Plugins, Network (open) and HTTP Server
Here we apply the same concept as above, but in a more simplified way. You should check:
- Number of threads.
- Timeouts (to calculate the incidence in the worst case scenario).
- Check average time.
Scaling with these data a test group and check that the server capacity is constant over time.
Trap Reception
Here, the case is more simple: it is assumed that the system is not going to receive traps constantly, but rather it is about evaluating the response to a trap flood, from which some of them will generate alerts.
To do this, you will only have to do a simple script that generates traps in a controlled way and at hight speed:
#!/bin/bash TARGET=192.168.1.1 while [ 1 ] do snmptrap -v 1 -c public $TARGET .1.3.6.1.4.1.2789.2005 192.168.5.2 6 666 1233433 .1.3.6.1.4.1.2789.2005.1 s "$RANDOM" done
Note: stop it with the CTRL+C key after a few seconds, as it will generate hundreds of traps quickly.
Once the environment is set up YOU need to validate the following things:
- Trap injection to a constant rate (just enter the
sleep 1
command to the previous script inside the loop while, to generate 1 trap/sec. Leave the system operating 48 hours and evaluate the impact in the server. - Trap Storm. Evaluate the situation before, during and at the recovery if a trap storm takes place.
- Effects of the system on a huge trap table (more than 50 thounsand). This includes the effect of executing the DB maintenance.
Events
In a similar way as with the SNMP, evaluate Pandora FMS system events in two cases:
1. Normal range of event reception. This has been already tested in the data server, so in each status change, an event will be generated.

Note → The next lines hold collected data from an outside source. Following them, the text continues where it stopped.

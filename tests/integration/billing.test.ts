import request from "supertest"
import { afterAll, beforeAll, describe, expect, it } from "vitest"
import { closePools, withTenant } from "@/db"
import { listInvoices, openBillingPortal, setSpendingCap, showBilling, startCheckout } from "@/lib/billing"
import { quotaOf } from "@/lib/usage"
import { control } from "../fakes/stripe/subject"
import { stack, takeSettings } from "../support/stack"
import { createSubscriber, type Subscriber, standInClient, until, visit } from "../support/subscriber"

beforeAll(takeSettings)
afterAll(closePools)

const fake = () => ({ url: stack().stripeFakeUrl })

/** Subscribes to a plan through the hosted checkout, as an owner clicks through it, and waits for it to be in force. */
async function subscribe(subscriber: Subscriber, plan: "storefront" | "brand" = "storefront"): Promise<void> {
  const { url } = await startCheckout({ ctx: subscriber.as("owner"), input: { plan } })
  const paid = await visit(url, { card: "pays" })
  expect(paid.status).toBe(303)
  await until(async () => (await showBilling({ ctx: subscriber.as("owner") })).plan === plan)
}

describe("point 7 of the skeleton: an owner pays for a plan", () => {
  it("goes from Nano through the checkout to Storefront, with the quota in force and the invoice listed", async () => {
    const subscriber = await createSubscriber()
    const ctx = subscriber.as("owner")
    expect(await showBilling({ ctx })).toMatchObject({ plan: "nano", unit_cap: 1000, subscription: null })

    const { url } = await startCheckout({ ctx, input: { plan: "storefront" } })
    const page = await visit(url)
    expect(page.text).toContain("Pay 29.00 USD")
    expect(page.text).toContain("Tarnwright Storefront")
    const paid = await visit(url, { card: "pays" })
    expect(paid.location).toBe(`${stack().appUrl}/portal/${subscriber.slug}/billing?checkout=done`)

    const billing = await until(async () => {
      const now = await showBilling({ ctx })
      return now.plan === "storefront" && now
    })
    expect(billing).toMatchObject({ unit_cap: 50_000, subscription: { status: "active", owed: null } })
    const quota = await quotaOf({ ctx, input: { mode: "live" } })
    expect(quota.cap).toBe(50_000)
    expect(quota.period_end).toEqual(billing.subscription?.current_period_end)

    const [invoice] = await until(async () => {
      const invoices = await listInvoices({ ctx })
      return invoices[0]?.status === "paid" && invoices
    })
    expect(invoice).toMatchObject({ amount_minor: 2900, currency: "usd" })
    expect((await visit(invoice!.hosted_url!)).text).toContain(invoice!.number)
  })

  it("lets a running process answer at once a key that its quota had stopped", async () => {
    const subscriber = await createSubscriber()
    const { secret } = await subscriber.key()
    const ask = () =>
      request(stack().appUrl)
        .post("/api/v1/carbonate/co2")
        .set("authorization", `Bearer ${secret}`)
        .send({ ph: 6.8, kh_dkh: 4 })
    await ask().expect(200)
    await withTenant(subscriber.ctx.account_id, (trx) =>
      trx.updateTable("account").set({ unit_cap: 1 }).where("id", "=", subscriber.ctx.account_id).execute(),
    )
    await until(async () => (await ask()).status === 402)
    await subscribe(subscriber)
    // The change is told to every process; a cache that had to run out would take half a minute.
    await until(async () => (await ask()).status === 200, 2000)
  })

  it("writes the change into the audit trail", async () => {
    const subscriber = await createSubscriber()
    await subscribe(subscriber, "brand")
    const acts = await withTenant(subscriber.ctx.account_id, (trx) =>
      trx.selectFrom("audit_log").select(["action", "actor_kind", "detail"]).orderBy("at").execute(),
    )
    expect(acts).toMatchObject([
      { action: "billing.checkout_started", actor_kind: "user" },
      {
        action: "subscription.changed",
        actor_kind: "system",
        detail: { plan_before: "nano", plan: "brand" },
      },
    ])
  })
})

describe("a checkout that does not end in a payment grants nothing", () => {
  async function checkout() {
    const subscriber = await createSubscriber()
    const { url } = await startCheckout({ ctx: subscriber.as("owner"), input: { plan: "storefront" } })
    return { subscriber, url }
  }

  async function expectNothing(subscriber: Subscriber): Promise<void> {
    await control(fake(), "POST", "settle")
    const { stripe_customer_id: customer } = await withTenant(subscriber.ctx.account_id, (trx) =>
      trx.selectFrom("account").select("stripe_customer_id").executeTakeFirstOrThrow(),
    )
    const { data } = await standInClient().subscriptions.list({ customer: customer!, status: "all" })
    expect(data).toEqual([])
    const ctx = subscriber.as("owner")
    expect(await showBilling({ ctx })).toMatchObject({ plan: "nano", unit_cap: 1000, subscription: null })
    expect(await listInvoices({ ctx })).toEqual([])
  }

  it.each([
    ["declines", "Your card was declined."],
    ["no_funds", "Your card has insufficient funds."],
  ])("when the card %s", async (card, words) => {
    const { subscriber, url } = await checkout()
    const answer = await visit(url, { card })
    expect(answer.status).toBe(200)
    expect(answer.text).toContain(words)
    await expectNothing(subscriber)
  })

  it("when the owner of the card refuses to confirm, and grants it when they approve", async () => {
    const { subscriber, url } = await checkout()
    expect((await visit(url, { card: "asks" })).text).toContain("Is this you?")
    const refused = await visit(`${url}/confirm`, { card: "asks", answer: "refuse" })
    expect(refused.text).toContain("Nothing was paid.")
    await expectNothing(subscriber)
    expect((await visit(`${url}/confirm`, { card: "asks", answer: "approve" })).status).toBe(303)
    await until(async () => (await showBilling({ ctx: subscriber.as("owner") })).plan === "storefront")
  })

  it("when a person leaves, or opens the address of success by hand", async () => {
    const { subscriber, url } = await checkout()
    const page = await visit(url)
    expect(page.text).toContain(`${stack().appUrl}/portal/${subscriber.slug}/billing?checkout=left`)
    await fetch(`${stack().appUrl}/portal/${subscriber.slug}/billing?checkout=done`)
    await expectNothing(subscriber)
  })

  it("when it is left open until another takes its place", async () => {
    const { subscriber, url } = await checkout()
    const { url: newer } = await startCheckout({ ctx: subscriber.as("owner"), input: { plan: "brand" } })
    expect((await visit(url, { card: "pays" })).text).toContain("This checkout has ended")
    await expectNothing(subscriber)
    await visit(newer, { card: "pays" })
    await until(async () => (await showBilling({ ctx: subscriber.as("owner") })).plan === "brand")
  })
})

describe("who may and what else is refused", () => {
  it("only an owner opens a checkout or the portal or sets the ceiling", async () => {
    const subscriber = await createSubscriber()
    for (const role of ["developer", "merchandiser", "viewer"] as const) {
      const ctx = subscriber.as(role)
      await expect(startCheckout({ ctx, input: { plan: "brand" } })).rejects.toMatchObject({
        code: "forbidden",
      })
      await expect(openBillingPortal({ ctx, input: {} })).rejects.toMatchObject({ code: "forbidden" })
      const ceiling = setSpendingCap({ ctx, input: { overage_cap_minor: 100 } })
      await expect(ceiling).rejects.toMatchObject({ code: "forbidden" })
    }
    expect(await listInvoices({ ctx: subscriber.as("viewer") })).toEqual([])
    expect(() => listInvoices({ ctx: subscriber.as("developer") })).toThrow("forbidden")
  })

  it("a second subscription beside one that runs", async () => {
    const subscriber = await createSubscriber()
    await subscribe(subscriber)
    const second = startCheckout({ ctx: subscriber.as("owner"), input: { plan: "brand" } })
    await expect(second).rejects.toMatchObject({ code: "conflict" })
  })

  it("says that the payment service does not answer, and works when it does again", async () => {
    const subscriber = await createSubscriber()
    const ctx = subscriber.as("owner")
    const fault = {
      kind: "error_before",
      status: 503,
      times: 3,
      path: "/v1/checkout/sessions",
      method: "POST",
    }
    await control(fake(), "POST", "faults", fault)
    const refused = startCheckout({ ctx, input: { plan: "storefront" } })
    await expect(refused).rejects.toMatchObject({ code: "unavailable", retryAfterS: 60 })
    expect((await startCheckout({ ctx, input: { plan: "storefront" } })).url).toContain("/checkout/")
  })
})

describe("the spending ceiling", () => {
  it("buys units beyond the plan at once, and none when it is taken back", async () => {
    const subscriber = await createSubscriber()
    await subscribe(subscriber)
    const ctx = subscriber.as("owner")
    // 8 US dollars at 0.80 per 1,000 units.
    expect(await setSpendingCap({ ctx, input: { overage_cap_minor: 800 } })).toEqual({ unit_cap: 60_000 })
    expect((await quotaOf({ ctx, input: { mode: "live" } })).cap).toBe(60_000)
    expect(await setSpendingCap({ ctx, input: { overage_cap_minor: 0 } })).toEqual({ unit_cap: 50_000 })
  })

  it("needs a paid plan and a sum in range", async () => {
    const subscriber = await createSubscriber()
    const ctx = subscriber.as("owner")
    const free = setSpendingCap({ ctx, input: { overage_cap_minor: 800 } })
    await expect(free).rejects.toMatchObject({ code: "plan_limit_reached" })
    for (const overage_cap_minor of [-1, 0.5, 1_000_001, Number.NaN]) {
      const refused = setSpendingCap({ ctx, input: { overage_cap_minor } })
      await expect(refused).rejects.toMatchObject({ code: "validation_failed" })
    }
  })
})

describe("the portal of the payment service", () => {
  it("ends the subscription with its period, and keeps it when asked to", async () => {
    const subscriber = await createSubscriber()
    await subscribe(subscriber)
    const ctx = subscriber.as("owner")
    const { url } = await openBillingPortal({ ctx, input: {} })
    expect((await visit(url)).text).toContain("End the subscription with this period")
    const ending = async () => (await showBilling({ ctx })).subscription?.cancel_at_period_end
    await visit(`${url}/cancel`, {})
    await until(async () => (await ending()) === true)
    expect(await showBilling({ ctx })).toMatchObject({ plan: "storefront", unit_cap: 50_000 })
    await visit(`${url}/keep`, {})
    await until(async () => (await ending()) === false)
  })

  it("refuses a card that cannot be saved and takes one that can", async () => {
    const subscriber = await createSubscriber()
    await subscribe(subscriber)
    const { url } = await openBillingPortal({
      ctx: subscriber.as("owner"),
      input: { flow: "payment_method_update" },
    })
    expect((await visit(`${url}/card`, { card: "declines" })).text).toContain("Your card was declined.")
    expect((await visit(`${url}/card`, { card: "asks" })).status).toBe(303)
    expect((await visit(url)).text).toContain("Card ending 3184")
  })
})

2. Event generation Storm. To do this, force event generation through CLI. Using the following command (with a created “TestingGroup”):
/usr/share/pandora_server/util/pandora_manage.pl \ /etc/pandora/pandora_server.conf --create_event "Event test" system TestingGroup
This command, used un a loop as the one used to generate traps, can be used to generate dozens of events per second. It could be parallelized in one script with several instances to get a higher number of insertions. This will be useful to simulate the performance of the system if an event storm happens. That way we could check the system, before, during and after the event storm.
User Concurrency
For this use another server, independent from Pandora FMS, using the WEB monitoring feature. In a user session where you have to do the following tasks in a specific order, and see how long they take.
- Login in the console
- See events.
- Go to the group view.
- Go to the agent detail view.
- Visualize a report (in HTML). This report should contain a pair of graphs and a pair of modules with report type SUM or AVERAGE. The interval of each item should be of one week or five days.
- Display of a combined graph (24 hours).
- Report generation in PDF (another different report).
This test is done with at least three different users. This task could be parallelize to execute it every minute, so as if there are 5 tasks (each one with their user) you would be simulating the navigation of 5 simultaneous users.Once the environment is set up, you should consider this:
- The average speed of each module is relevant when it comes to identifying “bottle necks” relating to other parallel activities, such as the execution of the maintenance script, etc.
- The impact of CPU and memory will be measured in the server for each concurrent session.
- The impact of each user session simulated referred to the average time of the rest of sessions will be measured. This is, you should estimate how many seconds of delay adds each simultaneous extra session.